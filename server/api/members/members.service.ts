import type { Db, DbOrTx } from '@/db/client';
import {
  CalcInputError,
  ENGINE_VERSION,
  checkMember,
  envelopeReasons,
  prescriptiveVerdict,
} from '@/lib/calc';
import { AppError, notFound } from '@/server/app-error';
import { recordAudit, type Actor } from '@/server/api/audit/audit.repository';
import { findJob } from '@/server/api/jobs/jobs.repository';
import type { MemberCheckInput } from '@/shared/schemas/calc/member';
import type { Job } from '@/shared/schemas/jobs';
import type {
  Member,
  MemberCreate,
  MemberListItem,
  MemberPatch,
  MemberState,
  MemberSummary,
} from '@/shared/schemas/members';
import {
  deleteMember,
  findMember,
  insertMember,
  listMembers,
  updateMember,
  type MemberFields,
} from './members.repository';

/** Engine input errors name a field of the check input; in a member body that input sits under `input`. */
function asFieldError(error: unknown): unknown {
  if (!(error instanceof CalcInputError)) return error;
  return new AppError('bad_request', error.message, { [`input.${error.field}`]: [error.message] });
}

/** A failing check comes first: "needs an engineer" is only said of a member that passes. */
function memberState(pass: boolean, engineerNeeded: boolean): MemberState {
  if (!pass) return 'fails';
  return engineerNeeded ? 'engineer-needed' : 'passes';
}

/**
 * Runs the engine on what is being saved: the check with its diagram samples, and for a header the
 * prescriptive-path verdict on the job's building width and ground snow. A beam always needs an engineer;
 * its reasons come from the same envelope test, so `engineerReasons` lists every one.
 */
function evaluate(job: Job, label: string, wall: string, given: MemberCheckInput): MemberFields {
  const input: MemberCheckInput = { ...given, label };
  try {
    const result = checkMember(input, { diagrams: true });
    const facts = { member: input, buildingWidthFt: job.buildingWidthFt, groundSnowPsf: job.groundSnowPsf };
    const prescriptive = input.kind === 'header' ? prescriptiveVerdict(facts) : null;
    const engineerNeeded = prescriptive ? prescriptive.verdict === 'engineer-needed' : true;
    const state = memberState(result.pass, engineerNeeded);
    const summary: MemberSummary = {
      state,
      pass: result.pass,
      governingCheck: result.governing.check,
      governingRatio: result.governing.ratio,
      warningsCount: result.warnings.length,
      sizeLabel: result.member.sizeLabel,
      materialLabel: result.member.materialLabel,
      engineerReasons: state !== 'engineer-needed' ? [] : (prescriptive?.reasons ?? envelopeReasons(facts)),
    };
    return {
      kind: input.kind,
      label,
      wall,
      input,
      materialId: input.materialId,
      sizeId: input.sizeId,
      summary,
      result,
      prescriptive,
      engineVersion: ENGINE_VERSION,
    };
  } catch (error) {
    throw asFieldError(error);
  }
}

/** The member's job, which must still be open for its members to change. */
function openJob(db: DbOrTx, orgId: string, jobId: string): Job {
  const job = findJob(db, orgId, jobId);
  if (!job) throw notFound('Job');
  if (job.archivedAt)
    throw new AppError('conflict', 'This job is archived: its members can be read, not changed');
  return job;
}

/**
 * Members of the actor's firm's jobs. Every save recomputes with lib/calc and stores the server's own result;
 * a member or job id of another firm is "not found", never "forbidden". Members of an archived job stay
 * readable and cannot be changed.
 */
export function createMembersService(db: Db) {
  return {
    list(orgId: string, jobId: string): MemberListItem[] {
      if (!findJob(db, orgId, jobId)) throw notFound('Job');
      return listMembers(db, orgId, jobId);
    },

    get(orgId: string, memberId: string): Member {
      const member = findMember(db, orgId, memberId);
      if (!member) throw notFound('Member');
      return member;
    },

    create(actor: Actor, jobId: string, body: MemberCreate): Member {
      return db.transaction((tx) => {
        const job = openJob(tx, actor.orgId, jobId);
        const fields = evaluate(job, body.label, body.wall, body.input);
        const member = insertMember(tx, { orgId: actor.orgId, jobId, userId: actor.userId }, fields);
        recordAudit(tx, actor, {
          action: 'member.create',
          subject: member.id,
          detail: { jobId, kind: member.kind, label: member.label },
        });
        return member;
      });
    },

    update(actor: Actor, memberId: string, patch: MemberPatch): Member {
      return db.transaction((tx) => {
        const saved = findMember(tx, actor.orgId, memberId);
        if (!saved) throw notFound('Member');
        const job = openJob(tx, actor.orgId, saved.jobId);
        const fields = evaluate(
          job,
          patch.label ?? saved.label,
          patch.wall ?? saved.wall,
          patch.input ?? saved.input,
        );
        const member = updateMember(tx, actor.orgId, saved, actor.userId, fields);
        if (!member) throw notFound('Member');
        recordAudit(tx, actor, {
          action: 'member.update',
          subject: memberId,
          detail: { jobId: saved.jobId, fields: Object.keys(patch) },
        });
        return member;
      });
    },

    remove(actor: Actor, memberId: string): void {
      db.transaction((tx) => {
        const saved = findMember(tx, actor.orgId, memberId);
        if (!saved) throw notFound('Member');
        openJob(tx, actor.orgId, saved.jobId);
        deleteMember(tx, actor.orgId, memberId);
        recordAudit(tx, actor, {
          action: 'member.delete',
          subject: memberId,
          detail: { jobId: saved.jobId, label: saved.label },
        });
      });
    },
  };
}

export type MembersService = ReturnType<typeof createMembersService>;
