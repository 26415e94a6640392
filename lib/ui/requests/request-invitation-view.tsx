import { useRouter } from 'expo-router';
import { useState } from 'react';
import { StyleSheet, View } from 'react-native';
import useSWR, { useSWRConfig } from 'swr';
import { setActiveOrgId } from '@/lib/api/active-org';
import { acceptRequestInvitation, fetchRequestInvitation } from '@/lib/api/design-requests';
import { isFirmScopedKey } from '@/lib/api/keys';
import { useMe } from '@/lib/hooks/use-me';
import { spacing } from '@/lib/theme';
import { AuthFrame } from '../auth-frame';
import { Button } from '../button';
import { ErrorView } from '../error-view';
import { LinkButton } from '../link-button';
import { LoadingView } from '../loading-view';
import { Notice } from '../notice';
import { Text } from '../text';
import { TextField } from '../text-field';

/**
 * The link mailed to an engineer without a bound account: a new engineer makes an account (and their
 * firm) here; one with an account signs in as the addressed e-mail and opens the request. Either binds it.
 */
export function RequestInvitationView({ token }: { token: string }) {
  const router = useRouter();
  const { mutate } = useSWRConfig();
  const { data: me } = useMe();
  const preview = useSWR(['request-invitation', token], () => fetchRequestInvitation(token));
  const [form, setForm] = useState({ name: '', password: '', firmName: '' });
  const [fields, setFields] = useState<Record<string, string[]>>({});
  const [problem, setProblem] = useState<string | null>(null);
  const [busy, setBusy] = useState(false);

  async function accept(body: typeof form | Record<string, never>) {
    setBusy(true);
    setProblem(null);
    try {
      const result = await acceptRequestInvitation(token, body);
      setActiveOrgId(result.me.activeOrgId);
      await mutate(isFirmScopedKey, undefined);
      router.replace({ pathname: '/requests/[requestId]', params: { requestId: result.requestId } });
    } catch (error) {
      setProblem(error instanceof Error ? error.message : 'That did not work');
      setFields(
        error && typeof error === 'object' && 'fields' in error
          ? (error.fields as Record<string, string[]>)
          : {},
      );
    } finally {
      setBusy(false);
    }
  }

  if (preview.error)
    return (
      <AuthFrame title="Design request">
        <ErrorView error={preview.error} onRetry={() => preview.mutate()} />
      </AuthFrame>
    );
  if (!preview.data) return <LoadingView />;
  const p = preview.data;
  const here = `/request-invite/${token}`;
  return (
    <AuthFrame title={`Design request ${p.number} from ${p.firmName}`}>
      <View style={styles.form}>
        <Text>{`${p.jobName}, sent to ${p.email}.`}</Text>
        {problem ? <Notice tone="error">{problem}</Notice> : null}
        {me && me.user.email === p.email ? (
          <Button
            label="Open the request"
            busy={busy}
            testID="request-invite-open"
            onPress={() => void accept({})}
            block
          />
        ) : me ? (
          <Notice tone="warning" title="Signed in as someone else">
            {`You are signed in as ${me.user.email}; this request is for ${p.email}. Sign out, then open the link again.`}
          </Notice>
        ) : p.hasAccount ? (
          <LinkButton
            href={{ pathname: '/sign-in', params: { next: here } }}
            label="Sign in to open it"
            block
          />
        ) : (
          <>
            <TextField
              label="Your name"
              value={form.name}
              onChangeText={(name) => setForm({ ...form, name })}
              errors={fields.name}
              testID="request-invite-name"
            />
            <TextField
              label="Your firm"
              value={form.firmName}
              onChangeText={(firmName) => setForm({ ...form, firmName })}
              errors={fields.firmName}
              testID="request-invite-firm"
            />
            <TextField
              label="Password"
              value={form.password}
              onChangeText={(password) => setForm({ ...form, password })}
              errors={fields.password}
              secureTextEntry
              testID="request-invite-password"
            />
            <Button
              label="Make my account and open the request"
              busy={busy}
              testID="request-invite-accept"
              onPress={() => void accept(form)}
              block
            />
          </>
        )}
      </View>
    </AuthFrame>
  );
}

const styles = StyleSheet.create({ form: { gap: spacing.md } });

......

■ **Activity**:
Search the material for the word "MemberCreate". Each line where it is found must be copied.

■ **Your solution**:
  MemberCreate,
    create(actor: Actor, jobId: string, body: MemberCreate): Member {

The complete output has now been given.